For a hypothesis $H_0\equiv p_1=p_2$ (for two Bernoulli distributions), we take a measurement and find that $X_1=i,X_2=j$, and we denote $k=i+j$
Now, to test $H_0$, the Fisher-Irwin test tells us to compute $$P_{H_0}(X_1=i|X_1+X_2=k)=\frac{\tbinom{n_1}{i}\tbinom{n_2}{k-i}}{\tbinom{n_1+n_2}{k}}$$
As I understand this, this probability is supposed to be "the probability that we would get the measured data $i,k$ in a measurement assuming that $H_0$ is true". We then compare this probability with the significance level, as in any other hypothesis testing exercise -- we always calculate the probability that we would obtain the measured dataset, and then compare with the significance level.

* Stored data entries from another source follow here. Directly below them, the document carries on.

//! The sensitivity map: the tidal slope at large distance, and shards that
//! merge into exactly the unsharded map.

use std::path::PathBuf;
use std::process::Command;

use latens::dynamics::kepler::{Elements, state_from_elements};
use latens::dynamics::{ForceModel, InitialState};
use latens::ephemeris::Vsop87;
use latens::frames::icrf_from_ecliptic;
use latens::io::observations::SiteTable;
use latens::perturber::LinearKernel;
use latens::perturber::sensitivity::{SensitivitySettings, compute_cells, contour};
use latens::reference::{ReferenceSettings, fit_reference_orbit, observing_geometry};
use latens::simulate::{SurveyPlan, simulate_survey};
use latens::units::{GM_SUN_AU3_PER_DAY2, RAD_PER_DEG};

#[test]
fn half_detection_mass_grows_as_distance_cubed_far_out() {
    // Physics (common practice): far beyond the tracked body a perturber acts
    // through its tide, GM / d^3, so the mass detected with 50% probability
    // scales as d^3: slope 3 in log-log.
    let t0 = 8766.0;
    let model = ForceModel::outer_planets_with_inner_folded();
    let mut bodies = latens::astrometry::observer_ephemeris_bodies();
    bodies.extend(model.ephemeris_bodies());
    bodies.sort();
    bodies.dedup();
    let eph = model.tabulate(&Vsop87::new(), &bodies, (t0 - 11.0 * 365.25, t0 + 11.0 * 365.25)).unwrap();
    let el = Elements::from_semi_major_axis(44.0, 0.1, 12.0 * RAD_PER_DEG, 1.4, 2.6, 0.35).unwrap();
    let (r, v) = state_from_elements(GM_SUN_AU3_PER_DAY2, &el).unwrap();
    let init = InitialState {
        t0_tdb_days: t0,
        tracked_position_au: icrf_from_ecliptic(r),
        tracked_velocity_au_per_day: icrf_from_ecliptic(v),
        perturbers: vec![],
    };
    let sites = SiteTable::new();
    let times = (0..1040).map(|k| t0 - 3652.5 + 7.0 * k as f64).collect();
    let plan = SurveyPlan {
        times_tdb_days: times,
        site: "geocenter".into(),
        sigma_arcsec: 0.05,
        add_noise: true,
        min_elongation_deg: 90.0,
        seed: 4,
    };
    let obs = simulate_survey(&plan, &init, &model, &eph, &sites).unwrap();
    let fit = fit_reference_orbit(
        &obs,
        &sites,
        &model,
        &eph,
        &ReferenceSettings { epoch_tdb_days: Some(t0), ..Default::default() },
        None,
    )
    .unwrap();
    let geometry = observing_geometry(&obs, &sites, &eph).unwrap();
    let kernel = LinearKernel::build(&fit, &obs, geometry, &model, &eph).unwrap();
    let settings = SensitivitySettings {
        mass_earth: (1.0, 1e6),
        distance_au: (200.0, 800.0),
        n_masses: 60,
        n_distances: 5,
        n_trials: 200,
        max_ecliptic_latitude_deg: None,
        seed: 3,
        min_separation_au: 2.0,
    };
    let cells: Vec<(usize, usize)> = (0..5).flat_map(|d| (0..60).map(move |m| (m, d))).collect();
    let map = compute_cells(&kernel, &settings, 25.0, &cells, &|_| {});
    let c50: Vec<(f64, f64)> =
        contour(&map, 0.5).into_iter().filter_map(|(d, m)| m.map(|m| (d.ln(), m.ln()))).collect();
    assert_eq!(c50.len(), 5, "{c50:?}");
    // Least-squares slope of ln m50 against ln d.
    let n = c50.len() as f64;
    let (mx, my) = (c50.iter().map(|p| p.0).sum::<f64>() / n, c50.iter().map(|p| p.1).sum::<f64>() / n);
    let slope =
        c50.iter().map(|p| (p.0 - mx) * (p.1 - my)).sum::<f64>() / c50.iter().map(|p| (p.0 - mx).powi(2)).sum::<f64>();
    eprintln!("slope of the 50% contour, 200-800 au: {slope:.3}");
    assert!((slope - 3.0).abs() < 0.2, "{slope}");
}

fn latens() -> Command {
    Command::new(env!("CARGO_BIN_EXE_latens"))
}

#[test]
fn four_shards_merge_into_the_unsharded_map() {
    let dir = std::env::temp_dir().join(format!("latens-shards-{}", std::process::id()));
    let _ = std::fs::remove_dir_all(&dir);
    let demo = dir.join("demo");
    assert!(latens().args(["demo", "--out"]).arg(&demo).output().unwrap().status.success());
    let common = |out: &PathBuf, shard: Option<&str>| {
        let mut c = latens();
        c.args(["sensitivity", "--obs"])
            .arg(demo.join("observations.csv"))
            .arg("--sites")
            .arg(demo.join("sites.csv"))
            .args([
                "--grid",
                "6:5",
                "--trials",
                "6",
                "--nulls",
                "40",
                "--directions",
                "24",
                "--distances",
                "4",
                "--seed",
                "5",
                "--out",
            ])
            .arg(out);
        if let Some(s) = shard {
            c.args(["--shard", s]);
        }
        let o = c.output().unwrap();
        assert!(o.status.success(), "{}", String::from_utf8_lossy(&o.stderr));
    };
    let whole = dir.join("whole");
    common(&whole, None);
    let parts = dir.join("parts");
    for k in 1..=4 {
        common(&parts, Some(&format!("{k}/4")));
    }
    let merged = dir.join("merged");
    let o = latens().args(["sensitivity", "merge"]).arg(&parts).arg("--out").arg(&merged).output().unwrap();
    assert!(o.status.success(), "{}", String::from_utf8_lossy(&o.stderr));
    let a = std::fs::read_to_string(whole.join("sensitivity.csv")).unwrap();
    let b = std::fs::read_to_string(merged.join("sensitivity.csv")).unwrap();
    assert_eq!(a, b, "merged shards differ from the unsharded map");
    assert!(merged.join("sensitivity.png").exists());
    // A missing shard is refused.
    std::fs::remove_file(parts.join("sensitivity.part-2-of-4.csv")).unwrap();
    let o = latens().args(["sensitivity", "merge"]).arg(&parts).arg("--out").arg(dir.join("bad")).output().unwrap();
    assert_eq!(o.status.code(), Some(2));
    std::fs::remove_dir_all(&dir).unwrap();
}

However, the given expression is not the probability that we would get the data $i,k$ in a measurement assuming that $H_0$ is true". That probability is $$P_{H_0}(X_1=i \:\cap X_1+X_2=k )=P_{H_0}(X_1=i|X_1+X_2=k)\times P_{H_0}(X_1+X_2=k)$$
The probability distribution suggested by the Fisher-Irwin test seems to miss out the fact that there are two independent variables and not one ($X_1$ and $X=X_1+X_2$). The expression gives me the impression that it is presupposing $X=k$ and then going on to deal with the probability for $X_1$.
Why do we use $P_{H_0}(X_1=i|X_1+X_2=k)$ in the Fisher-Irwin test and not $P_{H_0}(X_1=i \:\cup X_1+X_2=k)$? The explanation1 2 given in Sheldon Ross' book isn't quite convincing.